[[ RECORDS FOR THE TASK, beginning ]]

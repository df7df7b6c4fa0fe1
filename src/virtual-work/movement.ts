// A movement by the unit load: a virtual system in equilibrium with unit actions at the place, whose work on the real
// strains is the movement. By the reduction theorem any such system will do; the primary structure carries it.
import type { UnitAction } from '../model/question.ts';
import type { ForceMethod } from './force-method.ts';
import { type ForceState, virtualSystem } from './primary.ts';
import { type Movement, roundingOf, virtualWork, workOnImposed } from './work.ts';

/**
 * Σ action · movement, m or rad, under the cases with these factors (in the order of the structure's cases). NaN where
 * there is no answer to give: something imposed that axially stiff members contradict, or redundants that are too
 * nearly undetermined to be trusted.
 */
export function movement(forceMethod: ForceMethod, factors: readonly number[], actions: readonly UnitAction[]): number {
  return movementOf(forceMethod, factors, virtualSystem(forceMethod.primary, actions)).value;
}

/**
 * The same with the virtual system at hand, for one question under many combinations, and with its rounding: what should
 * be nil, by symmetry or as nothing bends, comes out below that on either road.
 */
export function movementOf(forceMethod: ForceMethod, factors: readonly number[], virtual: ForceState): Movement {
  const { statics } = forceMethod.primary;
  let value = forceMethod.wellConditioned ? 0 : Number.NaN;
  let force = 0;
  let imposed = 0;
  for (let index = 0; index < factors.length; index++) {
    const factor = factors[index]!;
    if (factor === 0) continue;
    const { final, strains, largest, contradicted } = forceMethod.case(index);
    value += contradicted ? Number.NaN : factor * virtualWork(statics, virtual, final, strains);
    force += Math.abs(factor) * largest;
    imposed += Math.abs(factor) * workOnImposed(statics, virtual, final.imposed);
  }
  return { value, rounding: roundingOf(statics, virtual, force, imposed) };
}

[[ RECORDS FOR THE TASK, end ]]
[[ RECORDS FOR THE TASK, beginning ]]

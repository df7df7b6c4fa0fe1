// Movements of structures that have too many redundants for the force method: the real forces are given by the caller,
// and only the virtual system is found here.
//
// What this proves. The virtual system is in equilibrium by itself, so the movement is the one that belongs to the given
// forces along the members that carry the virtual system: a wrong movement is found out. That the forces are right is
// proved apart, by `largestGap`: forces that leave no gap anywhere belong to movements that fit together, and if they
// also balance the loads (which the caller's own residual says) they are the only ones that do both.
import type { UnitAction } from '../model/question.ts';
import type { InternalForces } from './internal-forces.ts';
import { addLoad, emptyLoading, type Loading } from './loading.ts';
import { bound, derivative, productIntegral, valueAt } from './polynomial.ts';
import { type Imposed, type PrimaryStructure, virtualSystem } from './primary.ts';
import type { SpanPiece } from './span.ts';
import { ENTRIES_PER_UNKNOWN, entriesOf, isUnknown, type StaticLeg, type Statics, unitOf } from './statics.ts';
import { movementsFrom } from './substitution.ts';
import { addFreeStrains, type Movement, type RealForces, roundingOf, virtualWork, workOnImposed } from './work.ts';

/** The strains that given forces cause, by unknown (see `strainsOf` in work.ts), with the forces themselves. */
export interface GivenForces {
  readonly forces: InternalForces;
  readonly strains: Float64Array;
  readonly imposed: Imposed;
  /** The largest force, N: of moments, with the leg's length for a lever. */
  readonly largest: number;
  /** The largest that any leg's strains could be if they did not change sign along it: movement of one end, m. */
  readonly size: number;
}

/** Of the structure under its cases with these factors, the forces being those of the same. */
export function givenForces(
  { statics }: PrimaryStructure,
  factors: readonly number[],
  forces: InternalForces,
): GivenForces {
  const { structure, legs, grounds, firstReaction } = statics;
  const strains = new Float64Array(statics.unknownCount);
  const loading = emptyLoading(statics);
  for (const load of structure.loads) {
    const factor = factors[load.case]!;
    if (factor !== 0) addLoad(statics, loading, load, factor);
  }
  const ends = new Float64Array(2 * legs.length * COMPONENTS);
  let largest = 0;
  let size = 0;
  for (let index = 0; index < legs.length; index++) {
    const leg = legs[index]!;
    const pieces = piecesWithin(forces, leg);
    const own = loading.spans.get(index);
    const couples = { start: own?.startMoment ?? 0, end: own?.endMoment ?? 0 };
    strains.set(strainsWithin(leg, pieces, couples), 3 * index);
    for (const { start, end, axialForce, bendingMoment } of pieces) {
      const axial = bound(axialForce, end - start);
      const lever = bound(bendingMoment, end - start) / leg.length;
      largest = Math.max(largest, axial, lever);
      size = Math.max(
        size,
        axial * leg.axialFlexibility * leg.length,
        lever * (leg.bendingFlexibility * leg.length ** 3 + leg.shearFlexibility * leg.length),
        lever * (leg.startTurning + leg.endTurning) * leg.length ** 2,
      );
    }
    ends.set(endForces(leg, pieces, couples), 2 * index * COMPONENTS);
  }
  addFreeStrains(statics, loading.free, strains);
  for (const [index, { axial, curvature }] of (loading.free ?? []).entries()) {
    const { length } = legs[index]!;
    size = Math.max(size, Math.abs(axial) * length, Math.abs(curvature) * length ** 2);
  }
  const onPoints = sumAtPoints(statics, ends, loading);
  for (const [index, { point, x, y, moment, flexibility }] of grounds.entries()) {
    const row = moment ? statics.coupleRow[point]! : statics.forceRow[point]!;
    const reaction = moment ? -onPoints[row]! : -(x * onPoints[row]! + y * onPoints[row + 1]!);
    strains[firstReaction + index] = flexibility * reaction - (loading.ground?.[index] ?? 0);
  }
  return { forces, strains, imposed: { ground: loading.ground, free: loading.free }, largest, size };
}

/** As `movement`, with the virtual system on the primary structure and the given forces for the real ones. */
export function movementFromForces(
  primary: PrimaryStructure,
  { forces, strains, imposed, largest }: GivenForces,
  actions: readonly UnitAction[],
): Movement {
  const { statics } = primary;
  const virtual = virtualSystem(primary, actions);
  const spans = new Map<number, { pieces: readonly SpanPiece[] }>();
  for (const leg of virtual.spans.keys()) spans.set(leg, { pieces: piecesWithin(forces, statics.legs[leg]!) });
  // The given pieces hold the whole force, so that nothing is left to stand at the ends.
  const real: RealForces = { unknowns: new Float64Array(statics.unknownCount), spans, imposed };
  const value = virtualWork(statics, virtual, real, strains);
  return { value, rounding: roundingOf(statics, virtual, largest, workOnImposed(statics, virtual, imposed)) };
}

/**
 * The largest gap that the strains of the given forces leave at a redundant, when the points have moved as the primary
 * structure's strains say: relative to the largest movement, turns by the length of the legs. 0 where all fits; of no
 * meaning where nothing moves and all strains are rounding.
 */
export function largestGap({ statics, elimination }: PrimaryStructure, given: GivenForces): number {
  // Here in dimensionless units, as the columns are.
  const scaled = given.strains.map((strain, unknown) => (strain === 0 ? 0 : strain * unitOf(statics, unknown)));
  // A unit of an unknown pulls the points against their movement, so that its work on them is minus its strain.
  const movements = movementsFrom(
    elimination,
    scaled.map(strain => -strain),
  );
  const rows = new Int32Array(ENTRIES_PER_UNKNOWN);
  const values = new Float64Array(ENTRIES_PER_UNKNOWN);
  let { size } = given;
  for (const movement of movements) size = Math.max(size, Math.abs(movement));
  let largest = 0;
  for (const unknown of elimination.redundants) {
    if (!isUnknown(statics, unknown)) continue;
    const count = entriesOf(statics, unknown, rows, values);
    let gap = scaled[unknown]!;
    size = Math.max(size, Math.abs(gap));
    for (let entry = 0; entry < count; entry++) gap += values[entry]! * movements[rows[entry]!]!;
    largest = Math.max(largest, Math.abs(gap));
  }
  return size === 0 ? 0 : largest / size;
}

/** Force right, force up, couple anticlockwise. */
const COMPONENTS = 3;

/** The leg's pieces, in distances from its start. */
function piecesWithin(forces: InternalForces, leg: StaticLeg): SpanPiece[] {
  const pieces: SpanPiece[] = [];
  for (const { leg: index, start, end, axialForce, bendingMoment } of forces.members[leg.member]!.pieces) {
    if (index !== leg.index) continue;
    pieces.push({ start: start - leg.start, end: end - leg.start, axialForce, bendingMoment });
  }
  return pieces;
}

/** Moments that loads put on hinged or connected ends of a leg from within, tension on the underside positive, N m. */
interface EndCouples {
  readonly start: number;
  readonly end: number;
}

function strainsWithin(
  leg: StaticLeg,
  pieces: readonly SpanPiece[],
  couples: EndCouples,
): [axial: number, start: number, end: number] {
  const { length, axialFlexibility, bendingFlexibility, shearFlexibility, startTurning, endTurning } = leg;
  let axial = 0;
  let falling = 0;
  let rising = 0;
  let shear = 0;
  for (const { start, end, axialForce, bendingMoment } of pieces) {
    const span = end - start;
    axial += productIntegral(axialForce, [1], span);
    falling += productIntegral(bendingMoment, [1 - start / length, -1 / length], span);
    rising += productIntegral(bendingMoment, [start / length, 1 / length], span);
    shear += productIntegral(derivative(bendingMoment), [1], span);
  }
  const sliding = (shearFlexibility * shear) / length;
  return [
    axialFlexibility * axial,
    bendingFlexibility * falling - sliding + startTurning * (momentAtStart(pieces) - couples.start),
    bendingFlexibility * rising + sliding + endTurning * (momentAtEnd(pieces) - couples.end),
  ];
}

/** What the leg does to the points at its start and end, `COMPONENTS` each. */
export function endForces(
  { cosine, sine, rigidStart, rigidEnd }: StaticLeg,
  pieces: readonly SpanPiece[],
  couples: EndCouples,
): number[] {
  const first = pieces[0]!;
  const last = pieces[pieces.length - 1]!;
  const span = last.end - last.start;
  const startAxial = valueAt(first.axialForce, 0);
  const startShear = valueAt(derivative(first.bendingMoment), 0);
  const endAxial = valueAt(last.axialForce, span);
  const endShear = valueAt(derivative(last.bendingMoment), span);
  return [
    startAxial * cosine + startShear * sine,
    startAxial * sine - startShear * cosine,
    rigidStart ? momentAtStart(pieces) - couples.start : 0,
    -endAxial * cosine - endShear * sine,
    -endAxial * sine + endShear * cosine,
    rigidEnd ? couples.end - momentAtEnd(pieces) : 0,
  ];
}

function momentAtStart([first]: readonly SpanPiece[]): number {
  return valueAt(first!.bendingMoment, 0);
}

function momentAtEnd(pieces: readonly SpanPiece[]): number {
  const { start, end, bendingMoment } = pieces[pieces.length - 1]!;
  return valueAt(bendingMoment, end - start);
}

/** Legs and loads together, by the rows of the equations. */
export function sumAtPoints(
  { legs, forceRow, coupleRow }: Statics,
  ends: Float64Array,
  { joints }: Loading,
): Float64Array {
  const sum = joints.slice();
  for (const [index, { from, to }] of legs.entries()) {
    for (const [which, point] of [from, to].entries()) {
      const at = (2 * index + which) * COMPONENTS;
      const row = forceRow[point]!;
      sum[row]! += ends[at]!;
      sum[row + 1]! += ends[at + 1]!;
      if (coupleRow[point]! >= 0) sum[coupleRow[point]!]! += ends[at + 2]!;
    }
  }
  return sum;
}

[[ RECORDS FOR THE TASK, end ]]

### WHAT THE TASK REQUIRES
Where does the word "virtualSystem" appear in the records above? Return every line that holds it.

### FINISHED TASK
import { type ForceState, virtualSystem } from './primary.ts';
  return movementOf(forceMethod, factors, virtualSystem(forceMethod.primary, actions)).value;
import { type Imposed, type PrimaryStructure, virtualSystem } from './primary.ts';
  const virtual = virtualSystem(primary, actions);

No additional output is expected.